** Opening DATA TO EXAMINE block **
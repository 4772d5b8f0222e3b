/**
 * The scale table, row by row: all 24 keys (majors, harmonic and melodic minors), both hands, one and
 * two octaves. Expected fingerings are the scale books' (common practice, from memory — as printed in
 * the usual scale manuals; no single book quoted); scale notes are checked against tonal's `Scale.get`
 * (the reference library, source named beside the check). Playability follows DRILL-RUBRIC §4.
 */
import { Note, Scale } from "tonal";
import { describe, expect, test } from "vitest";
import type { Hand } from "../score/types";
import { isBlackKey } from "./hand";
import { fingeredScale, scaleFingers, SCALE_ROWS, type ScaleForm } from "./scale-fingerings";

// [tonic, form, RH one octave up, LH one octave up, source]. Each row: common practice, from memory,
// except those marked "rule": melodic-minor rows worked out by the books' rule (thumb on white keys).
const ROWS: [string, ScaleForm, string, string, string][] = [
  ["C", "major", "12312345", "54321321", "common practice, from memory"],
  ["G", "major", "12312345", "54321321", "common practice, from memory"],
  ["D", "major", "12312345", "54321321", "common practice, from memory"],
  ["A", "major", "12312345", "54321321", "common practice, from memory"],
  ["E", "major", "12312345", "54321321", "common practice, from memory"],
  ["B", "major", "12312345", "43214321", "common practice, from memory"],
  ["F#", "major", "23412312", "43213214", "common practice, from memory"],
  ["Gb", "major", "23412312", "43213214", "common practice, from memory (as F♯)"],
  ["Db", "major", "23123412", "32143213", "common practice, from memory"],
  ["Ab", "major", "34123123", "32143213", "common practice, from memory"],
  ["Eb", "major", "31234123", "32143213", "common practice, from memory"],
  ["Bb", "major", "41231234", "32143213", "common practice, from memory"],
  ["F", "major", "12341234", "54321321", "common practice, from memory"],
  ["A", "harmonic minor", "12312345", "54321321", "common practice, from memory"],
  ["E", "harmonic minor", "12312345", "54321321", "common practice, from memory"],
  ["B", "harmonic minor", "12312345", "43214321", "common practice, from memory"],
  ["F#", "harmonic minor", "34123123", "43213214", "common practice, from memory"],
  ["C#", "harmonic minor", "34123123", "32143213", "common practice, from memory"],
  ["G#", "harmonic minor", "34123123", "32143213", "common practice, from memory"],
  ["D#", "harmonic minor", "31234123", "21432132", "common practice, from memory (as E♭)"],
  ["Bb", "harmonic minor", "21231234", "21321432", "common practice, from memory"],
  ["F", "harmonic minor", "12341234", "54321321", "common practice, from memory"],
  ["C", "harmonic minor", "12312345", "54321321", "common practice, from memory"],
  ["G", "harmonic minor", "12312345", "54321321", "common practice, from memory"],
  ["D", "harmonic minor", "12312345", "54321321", "common practice, from memory"],
  ["A", "melodic minor", "12312345", "54321321", "common practice, from memory"],
  ["E", "melodic minor", "12312345", "54321321", "common practice, from memory"],
  ["B", "melodic minor", "12312345", "43214321", "common practice, from memory"],
  ["F#", "melodic minor", "23123412", "43213214", "rule"],
  ["C#", "melodic minor", "23123412", "32143213", "rule"],
  ["G#", "melodic minor", "34123123", "32143213", "rule"],
  ["Eb", "melodic minor", "31234123", "21432132", "common practice, from memory"],
  ["Bb", "melodic minor", "21231234", "21321432", "common practice, from memory"],
  ["F", "melodic minor", "12341234", "54321321", "common practice, from memory"],
  ["C", "melodic minor", "12312345", "54321321", "common practice, from memory"],
  ["G", "melodic minor", "12312345", "54321321", "common practice, from memory"],
  ["D", "melodic minor", "12312345", "54321321", "common practice, from memory"],
];
const digits = (s: string) => [...s].map(Number);
const tonalName = (tonic: string, form: ScaleForm) => `${tonic} ${form === "natural minor" ? "minor" : form}`;

describe("scale-book rows (common practice, from memory)", () => {
  test("the table covers 12 majors, 12 harmonic and 12 melodic minors on 12 different tonics each", () => {
    for (const form of ["major", "harmonic minor", "melodic minor"] as const) {
      const chromas = new Set(SCALE_ROWS.filter((r) => r.form === form).map((r) => Note.chroma(r.tonic)));
      expect(chromas.size).toBe(12);
    }
  });

  test.each(ROWS)("%s %s: RH %s, LH %s, one octave (%s)", (tonic, form, rh, lh) => {
    expect(scaleFingers(tonic, form, "right", 1)?.up).toEqual(digits(rh));
    expect(scaleFingers(tonic, form, "left", 1)?.up).toEqual(digits(lh));
  });

  test.each(ROWS)("%s %s: two octaves repeat the seven-note pattern, both hands", (tonic, form, rh, lh) => {
    const r = digits(rh), l = digits(lh);
    // Scale books: RH 7-note pattern twice then the top finger; LH the bottom finger then the pattern twice.
    // B♭ minor's right hand starts on 2 but passes its inner tonic with 4 (common practice, from memory).
    const middle = tonic === "Bb" && form !== "major" ? 4 : r[0];
    expect(scaleFingers(tonic, form, "right", 2)?.up).toEqual([...r.slice(0, 7), middle, ...r.slice(1, 7), r[7]]);
    expect(scaleFingers(tonic, form, "left", 2)?.up).toEqual([l[0], ...l.slice(1), ...l.slice(1)]);
  });

  test("two-octave rows written out in full (common practice, from memory)", () => {
    expect(scaleFingers("C", "major", "right", 2)?.up).toEqual(digits("123123412312345"));
    expect(scaleFingers("C", "major", "left", 2)?.up).toEqual(digits("543213214321321"));
    expect(scaleFingers("B", "major", "left", 2)?.up).toEqual(digits("432143213214321"));
    expect(scaleFingers("F", "major", "right", 2)?.up).toEqual(digits("123412312341234"));
    expect(scaleFingers("Bb", "major", "right", 2)?.up).toEqual(digits("412312341231234"));
    expect(scaleFingers("Db", "major", "left", 2)?.up).toEqual(digits("321432132143213"));
    expect(scaleFingers("Bb", "harmonic minor", "right", 2)?.up).toEqual(digits("212312341231234"));
    // Melodic minor comes down as natural minor: F♯ minor's right hand comes down as F♯ major is fingered.
    expect(scaleFingers("F#", "melodic minor", "right", 1)?.down).toEqual(digits("21321432"));
  });

  test.each(ROWS)("%s %s: scale notes match tonal's Scale.get, up and (melodic: natural) down", (tonic, form) => {
    for (const hand of ["right", "left"] as Hand[]) {
      for (const octaves of [1, 2]) {
        const s = fingeredScale(tonic, form, hand, octaves, 3)!;
        const n = 7 * octaves + 1;
        expect(s.notes).toHaveLength(2 * n - 1);
        // Source: tonal Scale.get(name).notes, the pitch classes of the scale in order.
        const upPcs = Scale.get(tonalName(tonic, form)).notes;
        const downPcs = Scale.get(tonalName(tonic, form === "melodic minor" ? "natural minor" : form)).notes;
        s.notes.slice(0, n).forEach((name, i) => expect(Note.pitchClass(name)).toBe(upPcs[i % 7]));
        s.notes.slice(n - 1).forEach((name, i) => expect(Note.pitchClass(name)).toBe(downPcs[(7 - (i % 7)) % 7]));
        expect(s.fingers).toHaveLength(s.notes.length);
      }
    }
  });
});

describe("DRILL-RUBRIC §4 on every row", () => {
  const forms: ScaleForm[] = ["major", "harmonic minor", "melodic minor", "natural minor"];
  const all = ROWS.flatMap(([tonic]) => forms.map((form) => [tonic, form] as const));
  test.each(all)("%s %s: no thumb or fifth on a black key, no finger twice in a row, passes only with the thumb", (tonic, form) => {
    for (const hand of ["right", "left"] as Hand[]) {
      const s = fingeredScale(tonic, form, hand, 2, 3)!;
      const midis = s.notes.map((n) => Note.midi(n)!);
      s.fingers.forEach((finger, i) => {
        if (finger === 1 || finger === 5) expect(isBlackKey(midis[i]!), `${s.notes[i]} with ${finger}`).toBe(false);
        if (i === 0) return;
        const prev = s.fingers[i - 1]!;
        expect(finger).not.toBe(prev);
        // Fingers follow the hand's direction (RH up = higher finger) unless the thumb passes or is passed.
        const rising = midis[i]! > midis[i - 1]!;
        const natural = (hand === "right") === rising ? finger > prev : finger < prev;
        if (!natural) expect(finger === 1 || prev === 1).toBe(true);
      });
    }
  });

  test("an unknown tonic gives null", () => {
    expect(scaleFingers("H", "major", "right")).toBeNull();
  });
});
** Closing DATA TO EXAMINE block **
▶ INSTRUCTIONS TO FOLLOW: Search the entries for the word "prev", then copy every line in which it is found.

▶ REPLY TO THE EXERCISE:
        const prev = s.fingers[i - 1]!;
        expect(finger).not.toBe(prev);
        const natural = (hand === "right") === rising ? finger > prev : finger < prev;
        if (!natural) expect(finger === 1 || prev === 1).toBe(true);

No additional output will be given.